*Source data:*

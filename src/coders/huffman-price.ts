import type { SymbolSequence } from '../symbols/sequence.ts';
import type { Price, Setup } from './contract.ts';
import { SymbolCounts } from './huffman-counts.ts';
import { huffmanTables } from './huffman-tables.ts';
import type { Rational } from './parameters.ts';

/**
 * Σ c · log2(total / c) over the symbols seen: the shortest code length with one fixed
 * distribution.
 */
export function empiricalBits(counts: SymbolCounts): number {
  let bits = 0;
  for (let i = 0; i < counts.seenCount; i++) {
    const count = counts.counts[counts.seen[i]];
    bits += count * Math.log2(counts.total / count);
  }
  return bits;
}

/**
 * Price of `huffman`: the distribution behind the words, before their lengths are rounded to whole
 * bits. `shipped`: (count · q + p) / (n · q + m · p) of the train counts; `sent`: the frequencies
 * of what each table was fitted to. fit: the empirical order-0 code length of the whole sequence.
 */
export function priceHuffman(sequence: SymbolSequence, setup: Setup, added: Rational): Price {
  const { symbols, messageEnds } = sequence;
  const messageIdealBits = new Float64Array(messageEnds.length);
  const whole = new SymbolCounts(setup.alphabetSize);
  whole.add(symbols, 0, symbols.length);
  const fit = { bits: empiricalBits(whole), of: { order: 0 } };

  if (setup.policy === 'sent' && setup.reset === 'message') {
    const counts = new SymbolCounts(setup.alphabetSize);
    let from = 0;
    for (let i = 0; i < messageEnds.length; i++) {
      counts.clear();
      counts.add(symbols, from, messageEnds[i]);
      messageIdealBits[i] = empiricalBits(counts);
      from = messageEnds[i];
    }
  } else {
    const costs =
      setup.policy === 'shipped'
        ? smoothedCosts(huffmanTables(setup).counts, added)
        : empiricalCosts(whole.counts);
    let from = 0;
    for (let i = 0; i < messageEnds.length; i++) {
      let bits = 0;
      for (let at = from; at < messageEnds[i]; at++) bits += costs[symbols[at]];
      messageIdealBits[i] = bits;
      from = messageEnds[i];
    }
  }
  return {
    idealBits: messageIdealBits.reduce((sum, bits) => sum + bits, 0),
    messageIdealBits,
    fit,
  };
}

/** −log2 of the smoothed probability, by symbol. */
export function smoothedCosts(counts: Float64Array, added: Rational): Float64Array {
  const total = counts.reduce((sum, count) => sum + count, 0) * added.q + counts.length * added.p;
  return counts.map((count) => Math.log2(total / (count * added.q + added.p)));
}

/** −log2 of the share of all counts, by symbol; 0 where there are none. */
export function empiricalCosts(counts: Float64Array): Float64Array {
  const total = counts.reduce((sum, count) => sum + count, 0);
  return counts.map((count) => (count === 0 ? 0 : Math.log2(total / count)));
}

*What you need to do:*
Produce the entries above once more, identical in every detail.

*Your response:*
filename src/coders/huffman-price.ts
import type { SymbolSequence } from '../symbols/sequence.ts';
import type { Price, Setup } from './contract.ts';
import { SymbolCounts } from './huffman-counts.ts';
import { huffmanTables } from './huffman-tables.ts';
import type { Rational } from './parameters.ts';

/**
 * Σ c · log2(total / c) over the symbols seen: the shortest code length with one fixed
 * distribution.
 */
export function empiricalBits(counts: SymbolCounts): number {
  let bits = 0;
  for (let i = 0; i < counts.seenCount; i++) {
    const count = counts.counts[counts.seen[i]];
    bits += count * Math.log2(counts.total / count);
  }
  return bits;
}

/**
 * Price of `huffman`: the distribution behind the words, before their lengths are rounded to whole
 * bits. `shipped`: (count · q + p) / (n · q + m · p) of the train counts; `sent`: the frequencies
 * of what each table was fitted to. fit: the empirical order-0 code length of the whole sequence.
 */
export function priceHuffman(sequence: SymbolSequence, setup: Setup, added: Rational): Price {
  const { symbols, messageEnds } = sequence;
  const messageIdealBits = new Float64Array(messageEnds.length);
  const whole = new SymbolCounts(setup.alphabetSize);
  whole.add(symbols, 0, symbols.length);
  const fit = { bits: empiricalBits(whole), of: { order: 0 } };

  if (setup.policy === 'sent' && setup.reset === 'message') {
    const counts = new SymbolCounts(setup.alphabetSize);
    let from = 0;
    for (let i = 0; i < messageEnds.length; i++) {
      counts.clear();
      counts.add(symbols, from, messageEnds[i]);
      messageIdealBits[i] = empiricalBits(counts);
      from = messageEnds[i];
    }
  } else {
    const costs =
      setup.policy === 'shipped'
        ? smoothedCosts(huffmanTables(setup).counts, added)
        : empiricalCosts(whole.counts);
    let from = 0;
    for (let i = 0; i < messageEnds.length; i++) {
      let bits = 0;
      for (let at = from; at < messageEnds[i]; at++) bits += costs[symbols[at]];
      messageIdealBits[i] = bits;
      from = messageEnds[i];
    }
  }
  return {
    idealBits: messageIdealBits.reduce((sum, bits) => sum + bits, 0),
    messageIdealBits,
    fit,
  };
}

/** −log2 of the smoothed probability, by symbol. */
export function smoothedCosts(counts: Float64Array, added: Rational): Float64Array {
  const total = counts.reduce((sum, count) => sum + count, 0) * added.q + counts.length * added.p;
  return counts.map((count) => Math.log2(total / (count * added.q + added.p)));
}

/** −log2 of the share of all counts, by symbol; 0 where there are none. */
export function empiricalCosts(counts: Float64Array): Float64Array {
  const total = counts.reduce((sum, count) => sum + count, 0);
  return counts.map((count) => (count === 0 ? 0 : Math.log2(total / count)));
}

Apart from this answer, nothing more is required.